Sarah wrapped her arms around her son and let him cry against her breast in a pose that mirrored hers and Granda Tom’s a few minutes previously.
“Tommy, I know that I’ve let you down, but for now, it’s just you and me and Granda. I promise you, I swear with all of my heart, that I’ll never let you down ever again. Not if we live to be a thousand years old.”
Tommy clung tightly to her. Saying nothing he just hung on and wept.
The next afternoon found them in a deli named Maize & Blues in Ann Arbor, Michigan, eating sandwiches and listening to Tom’s friend describe the process of forging new identities for the three of them. Sarah listened absent-mindedly, whilst she watched the waitress and some local kids chatting to Tommy. The kid seemed a little happier since their late night chat and seemed, on the surface at least, to be processing their situations. How he would cope in the coming days and weeks without his father remained to be seen. Alex hadn’t missed a day of their son’s life until now. Every bedtime, breakfast, grazed knee, or worry, Alex had been the one who Tommy went to, who Tommy needed. It was going to be difficult on all three of them, the adjustment. Sarah was determined to be up to the task.

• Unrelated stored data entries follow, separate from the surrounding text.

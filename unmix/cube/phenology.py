"""Phenological windows and annual composites of lazy cubes (see :mod:`unmix.comparability.phenology`).

Works on any DataArray with a ``time`` dimension of real dates: reflectance (time, band, y, x),
fractions (time, endmember, y, x) or a single series. Composites are computed with
``xarray.apply_ufunc(dask="parallelized")`` with time as the core dimension, so a dask cube stays
lazy and each task holds one chunk's whole series (the time axis is merged into one chunk).
"""

from __future__ import annotations

import enum

import numpy as np
import xarray as xr

from ..comparability.phenology import (
    DateWindow,
    check_date_count,
    closest_composite,
    day_of_year,
    median_composite,
    select_dates,
    warn_window,
    window_spread_days,
    year_groups,
)
from ..errors import InputError

__all__ = ["CompositeMethod", "select_window", "annual_composites"]


class CompositeMethod(str, enum.Enum):
    """How one year's observations in the window become one value per pixel.

    MEDIAN
        Per-pixel median of the valid observations.
    CLOSEST
        The valid observation whose day of year is closest to a target day (circular distance).
    """

    MEDIAN = "median"
    CLOSEST = "closest"


def _dates(cube: xr.DataArray) -> np.ndarray:
    if "time" not in cube.dims:
        raise InputError(f"a window needs a cube with a time dimension, got dims {cube.dims}")
    t = cube["time"].values
    if not np.issubdtype(t.dtype, np.datetime64):
        raise InputError(f"time must hold real dates (datetime64), got dtype {t.dtype}; open the product with "
                         "decoded times")
    return t


def _select(cube: xr.DataArray, window: DateWindow):
    dates = _dates(cube)
    mask, reasons = select_dates(dates, doy_window=window.doy_window, years=window.years,
                                 date_range=window.date_range)
    groups, years = year_groups(dates, mask, window)
    return dates, mask, reasons, groups, years


def select_window(cube: xr.DataArray, window: DateWindow, *, min_dates: int | None = None):
    """The dates of a cube inside a window (lazy), and why each other date was left out.

    Parameters
    ----------
    cube : (time, ...) xarray.DataArray
    window : DateWindow
    min_dates : int, optional
        Fewest dates the caller's trend tests need.

    Returns
    -------
    selected : xarray.DataArray
        ``cube.isel(time=...)``: lazy when ``cube`` is.
    reasons : (time,) xarray.DataArray of str
        On the cube's full time axis: "" for a kept date, else why it was left out.

    Raises
    ------
    InputError
        The window keeps fewer than ``min_dates`` dates (both counts named).

    Warns
    -----
    EmptyWindowYearWarning, WindowSpreadWarning
        A year between the first and last kept year has no date in the window; the years' typical
        in-window days differ by more than ``window.max_spread_days``.

    Examples
    --------
    >>> t = np.array(["2001-12-10", "2002-06-01", "2002-12-10"], "datetime64[ns]")
    >>> cube = xr.DataArray(np.arange(3.0), dims="time", coords={"time": t})
    >>> sel, why = select_window(cube, DateWindow(doy_window=(335, 60)))
    >>> sel.values.tolist(), why.values.tolist()
    ([0.0, 2.0], ['', 'outside day-of-year window 335-60', ''])
    """
    dates, mask, reasons, groups, years = _select(cube, window)
    if min_dates is not None:
        check_date_count(int(mask.sum()), min_dates, f"the window ({window.describe()})")
    warn_window(window, years, np.bincount(groups[mask], minlength=years.size),
                window_spread_days(dates, mask, groups))
    why = xr.DataArray(reasons, dims="time", coords={"time": cube["time"]}, name="reason",
                       attrs={"long_name": "why the date was left out of the window (empty: used)"})
    return cube.isel(time=np.flatnonzero(mask)), why


def _median_kernel(values, groups, n_groups):
    return median_composite(values, groups, n_groups)


def _closest_kernel(values, doy, groups, target, n_groups):
    return closest_composite(values, doy, groups, target, n_groups)


def _window_centre(window: DateWindow) -> float:
    if window.doy_window is None:
        raise InputError("a composite closest to a target day needs target_doy (1-366) or a day-of-year window "
                         "whose middle is the target")
    start, end = window.doy_window
    length = (end - start) % 365 + 1
    return float((start - 1 + (length - 1) / 2) % 365 + 1)


def annual_composites(cube: xr.DataArray, window: DateWindow, *, method: str | CompositeMethod = "median",
                      target_doy: float | None = None, min_years: int | None = None,
                      keep_empty: bool = False) -> xr.DataArray:
    """One composite per (season) year inside a window: lazy (year, ...) cube.

    Parameters
    ----------
    cube : (time, ...) xarray.DataArray
        Any cube on real dates; NaN = no data.
    window : DateWindow
    method : {"median", "closest"}
        :class:`CompositeMethod`.
    target_doy : float, optional
        Target day of year of ``closest`` (default: the middle of the day-of-year window).
    min_years : int, optional
        Fewest years with a date in the window that the caller's trend tests need.
    keep_empty : bool
        Keep years without any date in the window (all NaN, ``time`` NaT); default: drop them.

    Returns
    -------
    xarray.DataArray
        Dims ``year`` in place of ``time``, the other dims in their order; coordinates ``year``,
        ``time`` (on year: the median date of the year's dates in the window, or for ``closest`` the
        date of that year closest to the target), ``n_dates`` (on year: dates in the window) and
        ``n_obs`` (same dims as the data, int32: valid observations behind each value). Lazy when
        ``cube`` is. ``.swap_dims(year="time")`` gives a cube on dates for the trend tests.

    Raises
    ------
    InputError
        Fewer than ``min_years`` years have a date in the window; ``closest`` without a target.

    Warns
    -----
    EmptyWindowYearWarning, WindowSpreadWarning
        As :func:`select_window`; the spread is that of the composites' dates.

    Examples
    --------
    >>> t = np.array(["2001-12-10", "2002-01-20", "2002-12-10", "2003-02-01"], "datetime64[ns]")
    >>> cube = xr.DataArray([1.0, 3.0, 5.0, np.nan], dims="time", coords={"time": t})
    >>> out = annual_composites(cube, DateWindow(doy_window=(335, 60)))
    >>> out.values.tolist(), out.n_obs.values.tolist(), out.year.values.tolist()
    ([2.0, 5.0], [2, 1], [2001, 2002])
    """
    method = _method(method)
    dates, mask, _, groups, years = _select(cube, window)
    n_dates = np.bincount(groups[mask], minlength=years.size)
    if min_years is not None:
        check_date_count(int((n_dates > 0).sum()), min_years, f"the window ({window.describe()})", unit="years")
    all_years, all_counts = years, n_dates
    keep = np.ones(years.size, bool) if keep_empty else n_dates > 0
    renumber = np.cumsum(keep) - 1
    groups = np.where(groups >= 0, renumber[np.maximum(groups, 0)], -1)
    years, n_dates = years[keep], n_dates[keep]
    kept = np.flatnonzero(mask)
    sub = cube.isel(time=kept)
    sub_groups = groups[kept]
    doy = day_of_year(dates[kept])
    if sub.chunks is not None:
        sub = sub.chunk({"time": -1})
    dtype = cube.dtype if cube.dtype in (np.float32, np.float64) else np.float64
    common = dict(input_core_dims=[["time"]], output_core_dims=[["year"], ["year"]], exclude_dims={"time"},
                  dask="parallelized", output_dtypes=[dtype, np.int32],
                  dask_gufunc_kwargs={"output_sizes": {"year": int(years.size)}})
    if method is CompositeMethod.MEDIAN:
        values, counts = xr.apply_ufunc(_median_kernel, sub, kwargs={"groups": sub_groups,
                                                                     "n_groups": int(years.size)}, **common)
        when = [_median_date(dates[kept][sub_groups == g]) for g in range(years.size)]
        spread = window_spread_days(dates, mask & (groups >= 0), groups)
    else:
        target = _window_centre(window) if target_doy is None else float(target_doy)
        values, counts = xr.apply_ufunc(_closest_kernel, sub, kwargs={
            "doy": doy, "groups": sub_groups, "target": target, "n_groups": int(years.size)}, **common)
        _, _, index = closest_composite(np.zeros(kept.size), doy, sub_groups, target, int(years.size),
                                           return_index=True)
        when = [dates[kept][i] if i >= 0 else np.datetime64("NaT") for i in index]
        chosen = np.array([w for w in when if not np.isnat(w)])
        spread = window_spread_days(chosen, np.ones(chosen.size, bool)) if chosen.size else 0.0
        values.attrs["target_doy"] = target
    warn_window(window, all_years, all_counts, spread)
    order = [d if d != "time" else "year" for d in cube.dims]
    out = values.transpose(*order).astype(dtype)
    out = out.assign_coords(
        year=("year", years, {"long_name": "year (with a window across the new year: the year its season starts)"}),
        time=("year", np.array(when, dtype="datetime64[ns]"), {"long_name": "date of the composite"}),
        n_dates=("year", n_dates.astype(np.int32), {"long_name": "dates in the window"}),
        n_obs=(order, counts.transpose(*order).data, {"long_name": "valid observations behind the value"}))
    out.attrs = {**cube.attrs, **values.attrs, "composite": method.value, "window": window.describe()}
    out.name = cube.name
    return out


def _method(method) -> CompositeMethod:
    try:
        return CompositeMethod(method)
    except ValueError:
        raise InputError(f"unknown composite method {method!r}; use one of: "
                         f"{', '.join(m.value for m in CompositeMethod)}") from None


def _median_date(dates: np.ndarray) -> np.datetime64:
    if dates.size == 0:
        return np.datetime64("NaT")
    days = np.sort(dates.astype("datetime64[D]").astype(np.int64))
    return np.datetime64(int(np.floor(np.median(days))), "D")

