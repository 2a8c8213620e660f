"""Run summaries of lazy cubes, each in one compiled pass per chunk (for command summaries)."""

from __future__ import annotations

from typing import Any

import numba
import numpy as np
import xarray as xr

__all__ = ["finite_mean"]


@numba.njit(cache=True, nogil=True)
def _finite_sum_count(values: np.ndarray) -> np.ndarray:  # pragma: no cover - compiled
    total = 0.0
    count = 0
    for v in values:
        if np.isfinite(v):
            total += v
            count += 1
    return np.array([total, count], dtype=np.float64)


def _block_sum_count(block: np.ndarray) -> np.ndarray:
    flat = np.ascontiguousarray(block).reshape(-1)
    return _finite_sum_count(flat).reshape((1,) * block.ndim + (2,))


def finite_mean(da: xr.DataArray) -> Any:
    """Mean of the finite values of ``da`` (lazy dask scalar when ``da`` is dask-backed), in one pass.

    Used for run summaries (mean RMSE): one compiled pass per chunk in float64, without the
    NaN-replaced copy that ``nanmean`` makes; NaN when no value is finite.
    """
    if da.chunks is None:
        total, count = _finite_sum_count(np.ascontiguousarray(da.values).reshape(-1))
        return total / count if count else np.nan
    import dask.array as dsa

    data = da.data
    parts = dsa.map_blocks(_block_sum_count, data, chunks=tuple((1,) * len(c) for c in data.chunks) + ((2,),),
                           new_axis=[data.ndim], dtype=np.float64, meta=np.empty((0,) * (data.ndim + 1), np.float64))
    sums = parts.reshape(-1, 2).sum(axis=0)
    return dsa.where(sums[1] > 0, sums[0] / dsa.maximum(sums[1], 1), np.nan)
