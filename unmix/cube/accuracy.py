"""Class maps of a trends product as strata: choose a map, count its classes, draw sample points, and
read fractions at reference points. No paths are opened here (see :mod:`unmix.io.sample`)."""

from __future__ import annotations

import numpy as np
import pandas as pd
import xarray as xr

from ..accuracy import stratified_sample
from ..errors import InputError, UnknownNameError
from .georef import georef_of, pixel_area_m2

__all__ = ["NO_DATA_CLASS", "class_maps", "select_class_map", "strata_table", "sample_points", "fractions_at_points"]

#: Flag meaning of pixels without a label; never a stratum (areas are estimated over the pixels with data).
NO_DATA_CLASS = "insufficient_data"


def class_maps(ds: xr.Dataset) -> list[str]:
    """Names of the categorical maps of a product: variables on (y, x) or (endmember, y, x) with CF flags."""
    return [name for name, v in ds.data_vars.items()
            if "flag_values" in v.attrs and "flag_meanings" in v.attrs and {"y", "x"} <= set(v.dims)
            and set(v.dims) <= {"endmember", "y", "x"}]


def select_class_map(ds: xr.Dataset, name: str, endmember: str | None = None) -> xr.DataArray:
    """The (y, x) class map ``name`` of a trends product (``trajectory`` needs ``endmember``).

    Raises
    ------
    UnknownNameError
        ``name`` is not a categorical map of the product, or ``endmember`` is not one of its endmembers
        (the message lists the known ones).
    """
    known = class_maps(ds)
    if name not in known:
        raise UnknownNameError(f"no class map {name!r} in the product; its class maps are: {', '.join(known) or 'none'} "
                               "(trajectory needs --endmember; rule maps are named as in the rules file)")
    da = ds[name]
    if "endmember" in da.dims:
        names = [str(v) for v in ds["endmember"].values]
        if endmember is None or endmember not in names:
            what = "needs an endmember" if endmember is None else f"has no endmember {endmember!r}"
            raise UnknownNameError(f"map {name!r} {what}; give one of: {', '.join(names)} (--endmember)")
        da = da.sel(endmember=endmember, drop=True)
    elif endmember is not None:
        raise InputError(f"map {name!r} is one map for all endmembers; leave out --endmember {endmember}")
    return da.transpose("y", "x")


def _classes(da: xr.DataArray) -> list[tuple[int, str]]:
    values = np.atleast_1d(da.attrs["flag_values"]).astype(np.int64)
    meanings = str(da.attrs["flag_meanings"]).split()
    if len(values) != len(meanings):
        raise InputError(f"map {da.name!r} has {len(values)} flag_values but {len(meanings)} flag_meanings; "
                         "write the product again with the command that made it")
    return sorted(zip(values.tolist(), meanings))


def strata_table(da: xr.DataArray) -> pd.DataFrame:
    """Pixels and mapped area of every class of a (y, x) class map, the no-data class left out.

    Returns
    -------
    pandas.DataFrame
        Columns ``map_class``, ``map_code``, ``mapped_pixels``, ``pixel_area_m2`` (NaN for a geographic
        grid: areas are then in pixels) and ``mapped_area_ha``, one row per class (also classes of no
        pixel). ``attrs["area_note"]`` says how the pixel area was found.
    """
    codes = np.asarray(da.values)
    classes = [(c, m) for c, m in _classes(da) if m != NO_DATA_CLASS]
    area_m2, note = pixel_area_m2(da)
    pixels = [int(np.count_nonzero(codes == c)) for c, _ in classes]
    table = pd.DataFrame({
        "map_class": [m for _, m in classes],
        "map_code": [c for c, _ in classes],
        "mapped_pixels": pixels,
        "pixel_area_m2": area_m2,
        "mapped_area_ha": np.asarray(pixels, dtype=float) * area_m2 / 1e4,
    })
    table.attrs["area_note"] = note
    return table


def sample_points(da: xr.DataArray, strata: pd.DataFrame, sizes, seed: int | None) -> pd.DataFrame:
    """Draw a stratified random sample of pixels of a class map; one row per point, in random order.

    Parameters
    ----------
    da : xarray.DataArray
        (y, x) class map.
    strata : pandas.DataFrame
        From :func:`strata_table`.
    sizes : (k,) sequence of int
        Sample size of each row of ``strata``.
    seed : int or None
        Seed of the draw (the same seed gives the same points, and the same order).

    Returns
    -------
    pandas.DataFrame
        ``point_id`` (1..n), ``map_class``, ``map_code``, ``row``, ``col`` (0-based pixel position) and
        ``x``, ``y`` (pixel centre in the map's CRS). The order is shuffled so that an interpreter does
        not work through one class after another.
    """
    codes = np.asarray(da.values)
    per_code = {int(c): int(n) for c, n in zip(strata["map_code"], sizes)}
    drawn = stratified_sample(codes, per_code, seed)
    name_of = dict(zip(strata["map_code"].astype(int), strata["map_class"]))
    flat = np.concatenate([drawn[c] for c in sorted(drawn)]) if drawn else np.zeros(0, np.int64)
    order = np.random.default_rng(None if seed is None else seed + 1).permutation(flat.size)
    flat = flat[order]
    rows, cols = np.unravel_index(flat, codes.shape)
    point_code = codes[rows, cols].astype(np.int64)
    return pd.DataFrame({
        "point_id": np.arange(1, flat.size + 1),
        "map_class": [name_of[int(c)] for c in point_code],
        "map_code": point_code,
        "row": rows.astype(np.int64),
        "col": cols.astype(np.int64),
        "x": np.asarray(da["x"].values, dtype=float)[cols],
        "y": np.asarray(da["y"].values, dtype=float)[rows],
    })


def fractions_at_points(fractions: xr.DataArray, x, y, dates=None, *, max_days: float = 16.0) -> np.ndarray:
    """Fractions of the pixel holding each point, at the date nearest to the point's date.

    Parameters
    ----------
    fractions : xarray.DataArray
        (time, endmember, y, x) fractions.
    x, y : (n,) array_like of float
        Point coordinates in the product's CRS.
    dates : (n,) array_like of datetime64, optional
        Date of each reference; without, the product must hold a single date.
    max_days : float
        Largest gap [days] between a reference date and the nearest product date.

    Returns
    -------
    (n, n_endmember) float64 ndarray

    Raises
    ------
    InputError
        A point outside the grid, a date further than ``max_days`` from every product date, or no dates
        for a product of several dates (the message names the point, counted from 1).
    """
    _, transform = georef_of(fractions)
    if transform is None:
        raise InputError("the fractions product has no georeferencing (no transform); cannot place points")
    a, b, c, d, e, f = transform
    x = np.asarray(x, dtype=float)
    y = np.asarray(y, dtype=float)
    det = a * e - b * d
    col = np.floor(((x - c) * e - (y - f) * b) / det).astype(np.int64)
    row = np.floor(((y - f) * a - (x - c) * d) / det).astype(np.int64)
    outside = (row < 0) | (row >= fractions.sizes["y"]) | (col < 0) | (col >= fractions.sizes["x"])
    if outside.any():
        i = int(np.flatnonzero(outside)[0])
        raise InputError(f"reference point {i + 1} (x={x[i]}, y={y[i]}) lies outside the fractions grid; "
                         f"{int(outside.sum())} point(s) outside: check the coordinates and their CRS")
    times = np.asarray(fractions["time"].values).astype("datetime64[s]")
    if dates is None:
        if times.size != 1:
            raise InputError(f"the fractions product holds {times.size} dates; give each reference point a date "
                             "(a 'date' column) or choose one with --date")
        t_index = np.zeros(x.size, dtype=np.int64)
    else:
        when = np.asarray(dates).astype("datetime64[s]")
        gap = np.abs(when[:, None] - times[None, :]).astype(np.float64) / 86400.0
        t_index = np.argmin(gap, axis=1)
        far = gap[np.arange(x.size), t_index] > max_days
        if far.any():
            i = int(np.flatnonzero(far)[0])
            raise InputError(f"reference point {i + 1} ({str(when[i])[:10]}) is more than {max_days:g} days from "
                             f"every date of the fractions product; raise --max-days or check the dates")
    picked = fractions.transpose("time", "endmember", "y", "x").isel(
        time=xr.DataArray(t_index, dims="point"), y=xr.DataArray(row, dims="point"),
        x=xr.DataArray(col, dims="point"))
    return np.asarray(picked.transpose("point", "endmember").values, dtype=np.float64)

“Is that okay with you, love?” Robert asked.
“Huh? Oh, sorry, Mr Hamilton, I was miles away. What was that?”
Robert smiled warmly at her and explained the procedures they’d go through the next day at a colleague’s office. Robert was as big in person as he looked in the photo she’d seen of him. What hadn’t come across in the photo was how gentle the big man was. Looking sixty, rather than eighty years old, he carried himself with a lightness – grace people used to call it – and, if anything, was even more composed and calm than Tom himself. He was powerfully built for his age: Christ, he was powerfully built for a man in his thirties. Robert looked like he’d been a power-lifter but moved like a dancer. He had exactly the same intelligent, irreverent wit as Tom. She saw instantly why the men had been lifelong friends.
Robert had explained to her that he’d settled in Ann Arbor years before after his friend Kim took him in. “Saved my life and taught me how to fight,” Rob had said of Kim. It was obvious he still missed the woman who’d apparently got him into the intelligence business. Sarah was having a difficult time picturing anyone having to teach the man-mountain to fight.